(Exercise input)
⟨

TEST(Dirichlet, RefusesAndNamesTheEntry) {
    EXPECT_EQ(refusal([] { leat::dirichlet(std::vector<double>{}); }),
              "leat::dirichlet: size of alpha = 0, must be at least 1");
    for (const double bad : {0.0, -1.0, 1e301, 1e-301, std::numeric_limits<double>::infinity(),
                             std::numeric_limits<double>::quiet_NaN()}) {
        EXPECT_EQ(refusal([&] {
                      leat::dirichlet({1, bad});
                  }).find("leat::dirichlet: alpha[1] = "),
                  0u);
    }
    leat::xoshiro256_plus_plus g{1};
    EXPECT_EQ(leat::dirichlet{}(g), std::vector<double>{1});
}

/// Chi-square of counts 0 .. n against Boost.Math's binomial, cells of at least 100.
outcome binomial_test(const std::string& name, const std::vector<double>& x, double n, double p) {
    const boost::math::binomial law(n, p);
    std::vector<std::uint64_t> counts;
    std::vector<double> probabilities;
    double below = 0;
    double k = 0;
    while (k <= n) {
        double cell = 0;
        double last = k;
        for (; last <= n && cell * many < 200; ++last) {
            cell += pdf(law, last);
        }
        if ((1 - below - cell) * many < 200) { // the rest is too little for a cell of its own
            last = n + 1;
            cell = 1 - below;
        }
        std::uint64_t count = 0;
        for (const double at : x) {
            count += at >= k && at < last ? 1U : 0U;
        }
        counts.push_back(count);
        probabilities.push_back(cell);
        below += cell;
        k = last;
    }
    return chi_square_test(name, counts, probabilities);
}

/// Margins, and sums of two, are binomial (Johnson, Kotz and Balakrishnan, Discrete Multivariate
/// Distributions, ch. 35).
void check_multinomial(std::int64_t n, const std::vector<double>& weights, leat::stream& g) {
    const leat::multinomial law(n, weights);
    const auto draws = draw_vectors(law, many, g);
    const double total = std::accumulate(weights.begin(), weights.end(), 0.0);
    for (const auto& counts : draws) {
        ASSERT_EQ(std::accumulate(counts.begin(), counts.end(), std::int64_t{0}), n);
        for (std::size_t i = 0; i < counts.size(); ++i) {
            ASSERT_GE(counts[i], 0);
            ASSERT_TRUE(weights[i] > 0 || counts[i] == 0);
        }
    }
    for (std::size_t i = 0; i < weights.size(); ++i) {
        for (std::size_t j = 0; j <= i; ++j) {
            const double w = i == j ? weights[i] : weights[i] + weights[j];
            if (w == 0 || w == total || weights[j] == 0 || weights[i] == 0) {
                continue;
            }
            const auto x = values(draws, [&](const auto& counts) {
                return static_cast<double>(i == j ? counts[i] : counts[i] + counts[j]);
            });
            check(binomial_test("counts", x, static_cast<double>(n), w / total));
        }
    }
}

TEST(MultinomialGoodness, MarginsAndSumsOfTwo) {
    auto g = source_of_this_test().stream();
    check_multinomial(12, {1, 2, 3}, g);
    check_multinomial(200, {0.5, 0, 0.2, 0.25, 0.05}, g);
    check_multinomial(1, {1, 1, 1, 1}, g);
    check_multinomial(1000, {0.02, 0.97, 0.01}, g);
}

TEST(Multinomial, SumsAreExactAtTheExtremes) {
    leat::xoshiro256_plus_plus g{1};
    constexpr std::int64_t most = std::int64_t{1} << 53;
    for (const auto& weights : {std::vector<double>{1e300, 1e300, 1.7e308, 1.7e308},
                                {4.9e-324, 0, 9.9e-324, 1e-323},
                                {1e-300, 1, 1e-20, 0},
                                {0, 0, 3, 0}}) {
        for (const std::int64_t n : {std::int64_t{0}, std::int64_t{1}, most}) {
            const leat::multinomial law(n, weights);
            for (int i = 0; i < 200; ++i) {
                const auto counts = law(g);
                ASSERT_EQ(std::accumulate(counts.begin(), counts.end(), std::int64_t{0}), n);
                for (std::size_t k = 0; k < weights.size(); ++k) {
                    ASSERT_TRUE(weights[k] > 0 || counts[k] == 0);
                }
            }
        }
    }
    // Rare beside nearly all: Poisson of mean 2^53 * 1e-13 = 900.7 within eight deviations.
    const leat::multinomial rare(most, {1, 1e-13});
    for (int i = 0; i < 100; ++i) {
        ASSERT_NEAR(static_cast<double>(rare(g)[1]), 900.7, 240);
    }
}

TEST(Multinomial, MomentsAndRefusals) {
    const leat::multinomial law(16, {1, 0, 3});
    EXPECT_EQ(law.mean(), (std::vector<double>{4, 0, 12}));
    EXPECT_EQ(law.variance(), (std::vector<double>{3, 0, 3}));
    EXPECT_EQ(law.covariance()[0][2], -3);
    EXPECT_EQ(refusal([] {
                  leat::multinomial(3, {1, -1});
              }),
              "leat::multinomial: weights[1] = -1, must be finite and >= 0");
    EXPECT_EQ(refusal([] {
                  leat::multinomial(3, {0, 0});
              }),
              "leat::multinomial: sum of weights = 0, must be > 0");
    EXPECT_EQ(refusal([] { leat::multinomial(-1, {1}); }),
              "leat::multinomial: n = -1, must be >= 0 and <= 2^53");
}

/// What all three share: draws by operator(), draw_into and fill are the same, text returns.
template <class Law>
void check_members(const Law& law, const typename Law::result_type& other_size) {
    static_assert(std::regular<Law> && std::is_aggregate_v<typename Law::param_type>);
    leat::source source{7};
    auto one = source.stream("draws");
    auto two = source.stream("draws");
    auto three = source.stream("draws");
    std::vector<typename Law::result_type> filled(50);
    leat::fill(filled, law, three);
    auto x = law(one);
    auto g = source.stream("draws");
    EXPECT_EQ(Law{}(g, law.param()), x);
    for (std::size_t i = 0; i < filled.size(); ++i) {
        auto y = x;
        law.draw_into(std::span(y), two);
        ASSERT_EQ(y, x);
        ASSERT_EQ(filled[i], x);
        x = law(one);
    }
    EXPECT_EQ(two.position(), three.position());
    auto wrong = other_size;
    EXPECT_THROW(law.draw_into(std::span(wrong), two), leat::invalid_parameter);
    EXPECT_EQ(two.position(), three.position());

    std::stringstream text;
    text << law << ' ' << Law{};
    Law first;
    Law second = law;
    text >> first >> second;
    EXPECT_TRUE(text);
    EXPECT_EQ(first, law);
    EXPECT_EQ(second, Law{});
    for (const char* garbage :
         {"", "x", "3", "1 x7ff8000000000000 1 1 x3ff0000000000000", "1 1 x"}) {
        std::istringstream is{garbage};
        first = law;
        is >> first;
        EXPECT_TRUE(is.fail()) << garbage;
        EXPECT_EQ(first, law) << garbage;
    }
}

TEST(MultivariateLaws, MembersAgree) {
    check_members(leat::multivariate_normal(three_means, three_by_three), {1, 2});
    check_members(leat::dirichlet({0.2, 1, 30}), {1, 2});
    check_members(leat::multinomial(10, {1, 5, 3}), {1, 2});
}

template <class Law>
void draw_from_broken(const Law& law) {
    const auto try_with = [&](auto g) {
        try {
            for (int i = 0; i < 3; ++i) {
                for (const auto x : law(g)) {
                    ASSERT_TRUE(std::isfinite(static_cast<double>(x)));
                }
            }
        } catch (const leat::engine_stuck&) {
        }
    };
    try_with(leat::constant{0});
    try_with(leat::constant{~std::uint64_t{0}});
}

// P3, P5: no hang, nothing infinite.
TEST(MultivariateLaws, BrokenEngines) {
    draw_from_broken(leat::multivariate_normal(three_means, three_by_three));
    draw_from_broken(leat::multivariate_normal({1.7e308}, {{1e308}}));
    draw_from_broken(leat::dirichlet({0.2, 1, 30}));
    draw_from_broken(leat::dirichlet({1e-300, 1e300}));
    draw_from_broken(leat::multinomial(100, {1, 5, 3}));
}

} // namespace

⟩

(Task goal) Find the lines of the listing above that hold "span". Please copy them.

(Result below)
        law.draw_into(std::span(y), two);
    EXPECT_THROW(law.draw_into(std::span(wrong), two), leat::invalid_parameter);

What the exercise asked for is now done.